Data items
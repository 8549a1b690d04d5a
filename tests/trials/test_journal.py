"""The journal file survives a torn write: readers tolerate it, a run repairs it (journal.py)."""

from __future__ import annotations

import errno
import json
from pathlib import Path

import optuna
import pytest
from optuna.storages import JournalStorage
from optuna.storages.journal import JournalFileBackend
from optuna.trial import TrialState

import kablate.trials.journal as journal
from kablate.errors import DiskFullError
from kablate.trials.jobs import Job
from kablate.trials.liveness import liveness_for
from kablate.trials.queue import claim_next, enqueue_missing
from kablate.trials.store import JOURNAL, lock_dir, open_study

GARBAGE = b"\xff\xfe not a record\n"  # Optuna's reader raises UnicodeDecodeError on it


def record(n: int) -> bytes:
    return json.dumps({"op_code": 5, "worker_id": "w", "n": n}, separators=(",", ":")).encode()


def test_scan_keeps_whole_records_cuts_garbage_and_salvages_a_record_glued_onto_a_torn_one():
    torn = record(2)[:-9]
    data = record(1) + b"\n" + GARBAGE + torn + record(3) + b"\n" + record(4)[:5]
    scan = journal.scan_journal(data)
    assert [r["n"] for r in scan.records] == [1, 3]
    assert [data[a:b] for a, b in scan.cut] == [GARBAGE, torn]
    assert scan.tail == 5 and scan.end == len(data) - 5
    assert not scan.clean


def test_a_journal_of_whole_records_is_clean():
    scan = journal.scan_journal(record(1) + b"\n" + record(2) + b"\n")
    assert scan.clean and [r["n"] for r in scan.records] == [1, 2]


def half_done_study(folder: Path) -> Path:
    """A real study: 4 jobs enqueued, 2 claimed and finished. Its journal's path."""
    study = open_study("torn", folder, None)
    enqueue_missing(study, [Job(f"v{i}", f"p{i}", 0) for i in range(4)])
    liveness = liveness_for(study, lock_dir(folder, None))
    for _ in range(2):
        claim = claim_next(study, liveness)
        study.tell(claim.trial, values=[0.5, 1.0])
        liveness.release(claim.token)
    return folder / JOURNAL


def states(study: optuna.Study) -> list[str]:
    return [t.state.name for t in study.get_trials()]


@pytest.mark.parametrize(
    "damage",
    [
        pytest.param(lambda data: data[:-40], id="cut-mid-record"),
        pytest.param(lambda data: data + GARBAGE, id="garbage-line"),
        pytest.param(lambda data: data[:-40] + GARBAGE + b"{", id="both"),
    ],
)
def test_readers_tolerate_a_damaged_tail_and_a_run_repairs_it(tmp_path, damage, caplog):
    path = half_done_study(tmp_path)
    whole = path.read_bytes()
    path.write_bytes(damage(whole))
    damaged = path.read_bytes()
    last_newline = whole.rstrip(b"\n").rfind(b"\n") + 1
    kept = whole if damaged.startswith(whole) else whole[:last_newline]

    reader = open_study("torn", tmp_path, None, create=False)
    seen = states(reader)
    assert seen.count("COMPLETE") >= 1 and len(seen) == 4
    assert path.read_bytes() == damaged  # the reader wrote nothing

    with caplog.at_level("WARNING", logger="kablate"):
        study = open_study("torn", tmp_path, None)
    assert states(study) == seen
    repaired = path.read_bytes()  # the kept records, then what opening the study appended
    assert repaired.startswith(kept) and journal.scan_journal(repaired).clean
    (side,) = tmp_path.glob(JOURNAL + ".torn-*")
    assert kept + side.read_bytes() == damaged
    assert side.name in caplog.text
    # Plain Optuna reads the repaired file, and the study goes on.
    storage = JournalStorage(JournalFileBackend(str(path)))
    plain = optuna.load_study(study_name="torn", storage=storage)
    assert states(plain) == seen


def test_a_repaired_study_finishes_every_job_exactly_once(tmp_path):
    path = half_done_study(tmp_path)
    path.write_bytes(path.read_bytes()[:-40])  # the second trial's tell is torn: it stays RUNNING
    study = open_study("torn", tmp_path, None)
    liveness = liveness_for(study, lock_dir(tmp_path, None))
    liveness.recover(study)  # what a run does first: no live worker holds it, so it is requeued
    while (claim := claim_next(study, liveness)) is not None:
        study.tell(claim.trial, values=[0.5, 1.0])
        liveness.release(claim.token)
    done = [t.user_attrs["job"] for t in study.get_trials() if t.state == TrialState.COMPLETE]
    assert sorted(done) == [f"v{i}-s0" for i in range(4)]


class FullDisk:
    """A file whose ``write`` gets half of the bytes out, then fails as on a full disk."""

    def __init__(self, fh):
        self.fh = fh

    def __enter__(self):
        return self

    def __exit__(self, *exc):
        self.fh.close()

    def write(self, data: bytes) -> int:
        self.fh.write(data[: len(data) // 2])
        self.fh.flush()
        raise OSError(errno.ENOSPC, "No space left on device")


def test_an_append_cut_short_by_a_full_disk_is_taken_back(tmp_path, monkeypatch):
    path = half_done_study(tmp_path)
    study = open_study("torn", tmp_path, None)
    before = path.read_bytes()

    def open_full(file, mode):
        return FullDisk(open(file, mode)) if "a" in mode else open(file, mode)

    monkeypatch.setattr(journal, "open", open_full, raising=False)
    with pytest.raises(DiskFullError, match="disk full at .*study.journal"):
        study.set_user_attr("note", "x" * 1000)
    assert path.read_bytes() == before
    monkeypatch.undo()
    study.set_user_attr("note", "fits now")
    assert open_study("torn", tmp_path, None, create=False).user_attrs["note"] == "fits now"


def test_an_append_after_a_writer_died_mid_record_cuts_the_torn_bytes_first(tmp_path):
    path = half_done_study(tmp_path)
    study = open_study("torn", tmp_path, None)
    with path.open("ab") as fh:
        fh.write(record(9)[:20])  # a writer killed mid-record, after this process opened
    study.set_user_attr("note", "after")
    assert journal.scan_journal(path.read_bytes()).clean
    (side,) = tmp_path.glob(JOURNAL + ".torn-*")
    assert side.read_bytes() == record(9)[:20]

WHAT TO DO
Give back precisely the lines above that start at the line containing "from optuna.storages import JournalStorage" and end at the line containing "from kablate.trials.store import", inclusive. No other lines belong in the output.

WORKED SOLUTION
from optuna.storages import JournalStorage
from optuna.storages.journal import JournalFileBackend
from optuna.trial import TrialState

import kablate.trials.journal as journal
from kablate.errors import DiskFullError
from kablate.trials.jobs import Job
from kablate.trials.liveness import liveness_for
from kablate.trials.queue import claim_next, enqueue_missing
from kablate.trials.store import JOURNAL, lock_dir, open_study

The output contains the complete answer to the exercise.